Lemma 1 formalizes the intuitive notions that incremental changes in the size of an invasion are
associated with small changes in social cost and that larger invasions involve higher social costs.

Sensitivity of the optimal policy depends on how the costs of control vary with control and the
invasion size. In a nonconvex model the optimal policy may be multivalued. That is, there may be more
than one optimal control from a given invasion size. Consequently, our characterization is based on the
properties of a correspondence. Let x e X(y) and x' e X(y') where y ≤ y'. A correspondence X(y) is an
ascending correspondence if min[x,x'] e X(y) and max[x,x'] e X(y'). Similarly, X(y) is descending if
max[x,x'] e X(y) and min[x,x'] e X(y').

Lemma 2. (a) If C_aa(a,y) + C_ay(a,y) ≥ 0 on Ω, then X(y) is an ascending correspondence and the
maximal and minimal selections from X are non-decreasing functions. If the inequality is strict then
every selection from X is non-decreasing. (b) Assume C_aa(a,y) + C_ay(a,y) ≤ 0 on int Ω. If there exists
some y < K such that 0 < X(y) < y then there is a neighborhood N(y) of y such that X(∙) is descending on
N(y) and the maximal and minimal selections from X are non-increasing functions on N(y).
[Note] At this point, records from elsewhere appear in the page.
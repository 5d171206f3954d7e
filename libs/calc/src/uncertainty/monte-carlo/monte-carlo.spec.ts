import { calculate } from '../../methods/calculate';

import { describe, expect, it } from 'vitest';

import { SeededSampler, summarise } from './monte-carlo';

const KT = 8.617333262e-5 * 298.15;
/** Standard normal 97.5 % point (exact to 16 digits; any normal table). */
const Z975 = 1.959963984540054;

function monteCarlo(
  inner: Record<string, unknown>,
  samples: number,
  seed: number,
  method = 'rate.marcus',
) {
  return calculate({
    method: 'uncertainty.monteCarlo',
    inputs: { method, inputs: inner, samples, seed },
  });
}

/** log10 of the Marcus rate written out from SCIENCE.md §1 (independent of the core). */
function marcusLog10(deltaG0: number, lambda: number, coupling: number): number {
  const lnK =
    Math.log((2 * Math.PI) / 6.582119569e-16) +
    2 * Math.log(coupling) -
    0.5 * Math.log(4 * Math.PI * lambda * KT) -
    (deltaG0 + lambda) ** 2 / (4 * lambda * KT);
  return lnK / Math.LN10;
}

describe('uncertainty.monteCarlo', () => {
  const inner = {
    deltaG0: { value: -0.3, sigma: 0.05 },
    lambda: 0.8,
    coupling: 0.01,
    temperature: 298.15,
  };

  it('reproduces a result exactly from the same seed, and differs for another seed', () => {
    const a = monteCarlo(inner, 500, 7);
    const b = monteCarlo(inner, 500, 7);
    const c = monteCarlo(inner, 500, 8);
    expect(a.ok).toBe(true);
    expect(JSON.stringify(b)).toBe(JSON.stringify(a));
    expect(JSON.stringify(c)).not.toBe(JSON.stringify(a));
  });

  it('matches the exact quantiles of log10 k when only ΔG° is uncertain', () => {
    // log10 k is quadratic in ΔG° and decreasing for ΔG° > −λ (all but ~1e-23 of the mass), so
    // its quantiles are the transformed quantiles of ΔG°: p025 ↔ ΔG° at 97.5 %, and so on.
    const answer = monteCarlo(inner, 20_000, 1);
    if (!answer.ok) throw new Error(JSON.stringify(answer.errors));
    const log10k = answer.outputs['log10k'] as { median: number; p025: number; p975: number };
    expect(log10k.median).toBeCloseTo(marcusLog10(-0.3, 0.8, 0.01), 1);
    expect(Math.abs(log10k.median - marcusLog10(-0.3, 0.8, 0.01))).toBeLessThan(0.012);
    // Sampling SE of a 2.5 % point at N = 2×10⁴ is ≈ 0.005 in log10 k: allow 5 SE.
    expect(Math.abs(log10k.p025 - marcusLog10(-0.3 + Z975 * 0.05, 0.8, 0.01))).toBeLessThan(0.025);
    expect(Math.abs(log10k.p975 - marcusLog10(-0.3 - Z975 * 0.05, 0.8, 0.01))).toBeLessThan(0.025);
    const histogram = (answer.outputs['histograms'] as Record<string, { counts: number[] }>)[
      'log10k'
    ];
    expect(histogram.counts.reduce((a, b) => a + b, 0)).toBe(20_000);
  });

  it('keeps uniform draws within their bounds and spreads them evenly', () => {
    const answer = monteCarlo(
      { value: { low: 1, high: 3 }, from: 'eV', to: 'eV' },
      4000,
      3,
      'units.convert',
    );
    if (!answer.ok) throw new Error(JSON.stringify(answer.errors));
    const value = answer.outputs['value'] as {
      min: number;
      max: number;
      p025: number;
      p975: number;
      median: number;
    };
    expect(value.min).toBeGreaterThanOrEqual(1);
    expect(value.max).toBeLessThan(3);
    // Exact quantiles of U(1, 3): 1.05, 2, 2.95; binomial SE of each ≈ 0.005–0.016.
    expect(value.p025).toBeCloseTo(1.05, 1);
    expect(value.median).toBeCloseTo(2, 1);
    expect(value.p975).toBeCloseTo(2.95, 1);
  });

  it('passes units through to dimensioned inputs (1 eV = 23.06054783 kcal/mol, CODATA 2018)', () => {
    const answer = monteCarlo(
      { ...inner, deltaG0: { value: -0.3 * 23.06054783, sigma: 0, unit: 'kcal/mol' } },
      20,
      1,
    );
    if (!answer.ok) throw new Error(JSON.stringify(answer.errors));
    const log10k = answer.outputs['log10k'] as { median: number };
    expect(log10k.median).toBeCloseTo(marcusLog10(-0.3, 0.8, 0.01), 8);
  });

  it('leaves out refused samples and counts them in a warning', () => {
    const answer = monteCarlo({ ...inner, lambda: { value: 0.06, sigma: 0.05 } }, 2000, 5);
    if (!answer.ok) throw new Error(JSON.stringify(answer.errors));
    const refused = answer.outputs['samplesRefused'] as number;
    // rate.marcus refuses λ ≤ 0 and 2|H| ≥ λ (A1, A5), i.e. λ ≤ 0.02 eV here:
    // P = Φ((0.02 − 0.06)/0.05) = Φ(−0.8) = 0.2119 (normal table), ≈ 424 ± 18 of 2000.
    expect(Math.abs(refused - 424)).toBeLessThan(60);
    expect(answer.outputs['samplesUsed']).toBe(2000 - refused);
    expect(answer.warnings.map((w) => w.code)).toContain('monte-carlo-samples-refused');
  });

  it('refuses a malformed distribution, itself as the method, and a refused nominal request', () => {
    const bad = monteCarlo({ ...inner, lambda: { value: 0.8, sigma: -1 } }, 100, 1);
    expect(bad.ok).toBe(false);
    if (!bad.ok) expect(bad.errors[0].field).toBe('inputs.lambda');
    const self = monteCarlo(inner, 100, 1, 'uncertainty.monteCarlo');
    expect(self.ok).toBe(false);
    if (!self.ok) expect(self.errors[0].field).toBe('method');
    const nominal = monteCarlo({ ...inner, temperature: -5 }, 100, 1);
    expect(nominal.ok).toBe(false);
    if (!nominal.ok) expect(nominal.errors[0].field).toBe('inputs.temperature');
  });
});

describe('SeededSampler', () => {
  it('draws standard normals with mean 0 and sd 1 (Box–Muller)', () => {
    const sampler = new SeededSampler(42);
    const values = Float64Array.from({ length: 100_000 }, () => sampler.standardNormal());
    const s = summarise(values);
    expect(Math.abs(s.mean)).toBeLessThan(0.015);
    expect(s.sd).toBeCloseTo(1, 1);
    // Normal 97.5 % point (table): 1.95996; sampling SE at N = 1e5 ≈ 0.008.
    expect(Math.abs(s.p975 - Z975)).toBeLessThan(0.04);
  });
});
The economic requirement of the first part of Lemma 2 is that a change in control has a larger
effect on marginal costs than a change in the size of the invasion. This provides an economic criterion
for the optimal size of the invasion to evolve monotonically over time. Since the optimal invasion size is
bounded, every invasion with a monotonic time path must necessarily converge to a positive steady state
or zero (eradication). If two invasions differ only in their initial size, then the invasion that is larger
today will be (weakly) larger at all points in the future.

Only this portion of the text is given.